Casi olvidó que estaban en público, y casi se sumergió en su abrazo.
La atrajo hacia sí.
—Hazlo.
Lo necesitas.
—Estoy bien.
—Se volvió y descansó contra la pared helada con la cabeza tan baja como su humor—.
El médico nos dijo que, aunque mi madre se despierte, nunca estará tan sana como antes.
No sólo eso, nunca volverá a quedar embarazada.
—No tenía idea de por qué le había contado todo esto al diablo, pero su corazón la instó a expresar sus sentimientos a alguien de confianza.
—¿Nunca se despertará?
—Las lágrimas se agolpaban en la nariz—.
No te preocupes.
Ella se despertará.
Quiero decir, es difícil conseguir una vida fácil como esta.
No ha tenido suficiente como esposa de una familia rica.
—Huo Yunting estaba tratando de consolarla, pero parecía que su sarcasmo estaba conectado a su cerebro.
—¿Puedo pasar un momento sin tu sátira?
¡Como si las cosas no hubieran empeorado!
—Ella lo fulminó con la mirada y se alejó.
—¿A dónde vas?
—Extendió la mano.
—A la mansión de tu padre.
—Planeaba preparar algunas cosas para su madre.
—¡Yo conduciré!
—No.
De camino a casa, Lu Zhaoyang apenas había dicho una palabra.
Lo mismo ocurrió con Huo Yunting, que podía sentir los rasguños de su temible esposa en este momento.
Fue una dura tarea llevarla al auto.
Ella insistió en llamar un Uber cuando consiguió un conductor.
—Ridículo —murmuró el hombre.
Una vez que el automóvil se detuvo junto a la mansión, irrumpió en la casa sin siquiera un “gracias”.
El sofá ensangrentado había sido reemplazado y la anciana no se encontraba en la sala de estar.
Zhaoyang subió las escaleras directamente para recoger algunas prendas y ponerlas en una mini maleta para su madre.
Arrastró la maleta escaleras abajo antes de que su hombre la detuviera, fumando en el porche.
Era la misma vista fascinante que vio en su oficina meses atrás.
La misma asfixia también, ugh.
Ella frunció el ceño pensando en ello.
—Realmente, deberías dejar de fumar.
No es saludable.
—Bien entonces.
—Luego arrojó el cigarrillo al suelo antes de pisarlo.
Quería quitarle la maleta, pero ella lo empujó—.
Sé lo que estás pensando.
No tienes que llevarme de regreso.
Tenemos nuestro propio chófer.
—Bueno, quisiste decir que “yo” tengo “mi” propio chófer.
Puedes ir y probar.
A ver si alguno de “mis” conductores te escucha.
—Le arrebató la maleta—.
Está a solo unos minutos en coche de la casa.
¿Tiene que cargar con esto?
—Blandió la maleta—.
La gente va a pensar que te vas de vacaciones.
—…
—la chica se quedó sin palabras y decidió rendirse.
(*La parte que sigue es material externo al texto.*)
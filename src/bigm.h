/* bigm.h - quantile big-M coefficients of the scenario rows, one resource
 * at a time (Luedtke 2014; Qiu, Ahmed, Dey & Wolsey 2014; Song, Luedtke &
 * Kucukyavuz 2014; METHODS.md s.6). Shared by the MPS export, which needs
 * every row, and the solver's LP bound, which asks for rows as they enter.
 * SPDX-License-Identifier: MIT */
#ifndef SURETY_BIGM_H
#define SURETY_BIGM_H

#include <stddef.h>

struct surety_bigm_keyed {
    double key;
    size_t l;
};

/* One resource's data and scratch. */
typedef struct surety_bigm_res {
    size_t N, nj, k;
    double C;            /* capacity, in the units of a */
    const unsigned *cnt; /* N multiplicities (counting against k), or NULL */
    double *a;           /* N*nj: hours of the resource's jobs, [l*nj + t] */
    double *total;       /* N: load of scenario l with every job in */
    struct surety_bigm_keyed *order; /* N: scenarios by decreasing total */
    double *wbar;        /* nj: mean of a over the scenarios */
    double *ratio;       /* nj scratch */
    size_t *idx;         /* nj scratch */
    size_t *pi;          /* nj scratch */
    double *heap;        /* k+1: max-heap of the smallest values so far */
} surety_bigm_res;

/* Prepares resource data: scenario l's hours are w[l*stride + jobs[t]]
 * (t < nj, the jobs allowed in the resource), multiplied by `factor`, and
 * the capacity is C in the same units as factor * w. cnt gives the
 * multiplicity of each of the N rows (NULL: all 1); k is the allowance in
 * scenarios counted with multiplicity. Returns 0, or -1 when out of
 * memory (r then needs no free). */
int surety_bigm_init(surety_bigm_res *r, const double *w, size_t stride,
                     const size_t *jobs, size_t nj, size_t N,
                     const unsigned *cnt, double factor, double C, size_t k);
void surety_bigm_free(surety_bigm_res *r);

/* The plain big-M of row l: its load with every job in, minus C. */
double surety_bigm_plain(const surety_bigm_res *r, size_t l);

/* The quantile big-M of row l: every plan that fits all but at most k
 * scenarios (with multiplicity) has load_l - C <= the returned value,
 * which is at most the plain one. O(N nj) in the worst case. */
double surety_bigm_row(surety_bigm_res *r, size_t l);

#endif
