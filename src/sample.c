/* sample.c - scenario sets: drawing from the model's distributions and
 * Gaussian copula, block by block; copying a scenario table; CSV output.
 * SPDX-License-Identifier: MIT */
#include "sample.h"

#include <math.h>
#include <stdint.h>
#include <stdio.h>
#include <string.h>

#include "alloc.h"
#include "dist.h"
#include "fileio.h"
#include "hash.h"
#include "lp/dense.h"
#include "model.h"
#include "rng.h"

#define B SURETY_SAMPLE_BLOCK

/* Layout of a scenario's stream: scenario l of stream s seeds its own
 * generator from (seed, s, l) and takes one 64-bit output per job, in job
 * order: a standard normal (ziggurat) for a job in the copula or with an
 * untruncated normal or lognormal law, else a uniform. The block of copula
 * normals is multiplied by the Cholesky factor (Gaussian copula,
 * METHODS.md s.9.2), and each job's marginal maps its value to hours by
 * inverse CDF. A job outside the copula therefore keeps its values when
 * other jobs' laws or correlations change. */
struct surety_sampler {
    const surety_model *model;
    size_t n;
    uint64_t seed;
    surety_marginal *marg;     /* n prepared marginals */
    unsigned char *in_copula;  /* n flags: correlated with some other job */
    unsigned char *normal;     /* n flags: draws a normal, not a uniform */
    unsigned char *need;       /* n flags: job j is among cols */
    size_t *cols;              /* ncols jobs ascending whose hours and
                                  profits fills write (all n by default) */
    size_t ncols;
    double *L;                 /* n*n Cholesky factor (copy), or NULL */
    double *u;                 /* B*n: draws of jobs outside the copula */
    double *z;                 /* B*n: correlated normals of copula jobs,
                                  0 in the other columns */
    void *mem;                 /* allocation behind L, u, z */
    int cached;                /* u and z hold block cache_block of ... */
    uint64_t cache_stream;     /* ... stream cache_stream */
    size_t cache_block;
};

/* ------------------------------------------------------------------ */
/* Scenario sets                                                       */
/* ------------------------------------------------------------------ */

surety_code surety_scenarios_alloc(size_t N, size_t n, surety_scenarios **out,
                                   surety_error *err)
{
    *out = NULL;
    /* Two arrays (hours, profit) of N*n doubles. */
    double want = (double)N * (double)n * 2.0 * sizeof(double);
    size_t phys = surety_physical_memory();
    int overflow = surety_mul_overflows(N, n) ||
                   surety_mul_overflows(N * n, 2 * sizeof(double));
    if (overflow || (phys && N * n * 2 * sizeof(double) > phys)) {
        surety_error_set(err, NULL, 0, 0, "scenarios",
                         "%zu scenarios of %zu jobs would need %.0f bytes "
                         "(%.1f GiB) for hours and profits, more than the "
                         "%zu bytes of physical memory",
                         N, n, want, want / 1073741824.0, phys);
        return SURETY_EINPUT;
    }
    surety_scenarios *sc = surety_xcalloc(1, sizeof *sc);
    if (sc) {
        sc->hours = surety_xmalloc(N * n, sizeof(double));
        sc->profit = surety_xmalloc(N * n, sizeof(double));
    }
    if (!sc || !sc->hours || !sc->profit) {
        surety_scenarios_free(sc);
        surety_error_set(err, NULL, 0, 0, "scenarios",
                         "out of memory for %zu scenarios of %zu jobs "
                         "(%.0f bytes)", N, n, want);
        return SURETY_EINTERNAL;
    }
    sc->N = N;
    sc->n = n;
    *out = sc;
    return SURETY_OK;
}

void surety_scenarios_free(surety_scenarios *sc)
{
    if (!sc)
        return;
    surety_xfree(sc->hours);
    surety_xfree(sc->profit);
    surety_xfree(sc);
}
«Siempre es mejor prepararse para lo peor», pensó Zhaoyang en el auto.
Huo Yunting la dejó en el hospital y se alejó rápidamente después.
Huo Zhenning dejó la sala justo después de que ella llegara.
Había muchos asuntos sin resolver en la empresa.
Se sentó y miró a su madre con simpatía, mientras su mano alcanzaba los pálidos dedos de su madre sobre la manta.
Los ojos de su madre permanecieron cerrados y su rostro permaneció frío.
Nada había cambiado.
Mañana sería la víspera de Año Nuevo.
Nadie en la familia jamás imaginó que pasarían así su Nochevieja.
Huo Zhenning llegó más tarde esa noche, pero fue sólo una breve visita antes de salir de la sala, suspirando.
Lu Zhaoyang sintió que se le encogía el corazón al ver a su madre aún en la cama la segunda mañana.
Huo Zhenning llegó pronto después del desayuno, pero se sentó al otro lado del sofá en la sala privada, leyendo su periódico.
En medio del silencio, llamaron a la puerta.
—Adelante —respondió Huo Zhenning detrás del periódico.
Era el médico, con una pila de informes en la mano.
—Sr.
Huo, los resultados están listos.
Zhaoyang levantó la cabeza y miró a los ojos del médico.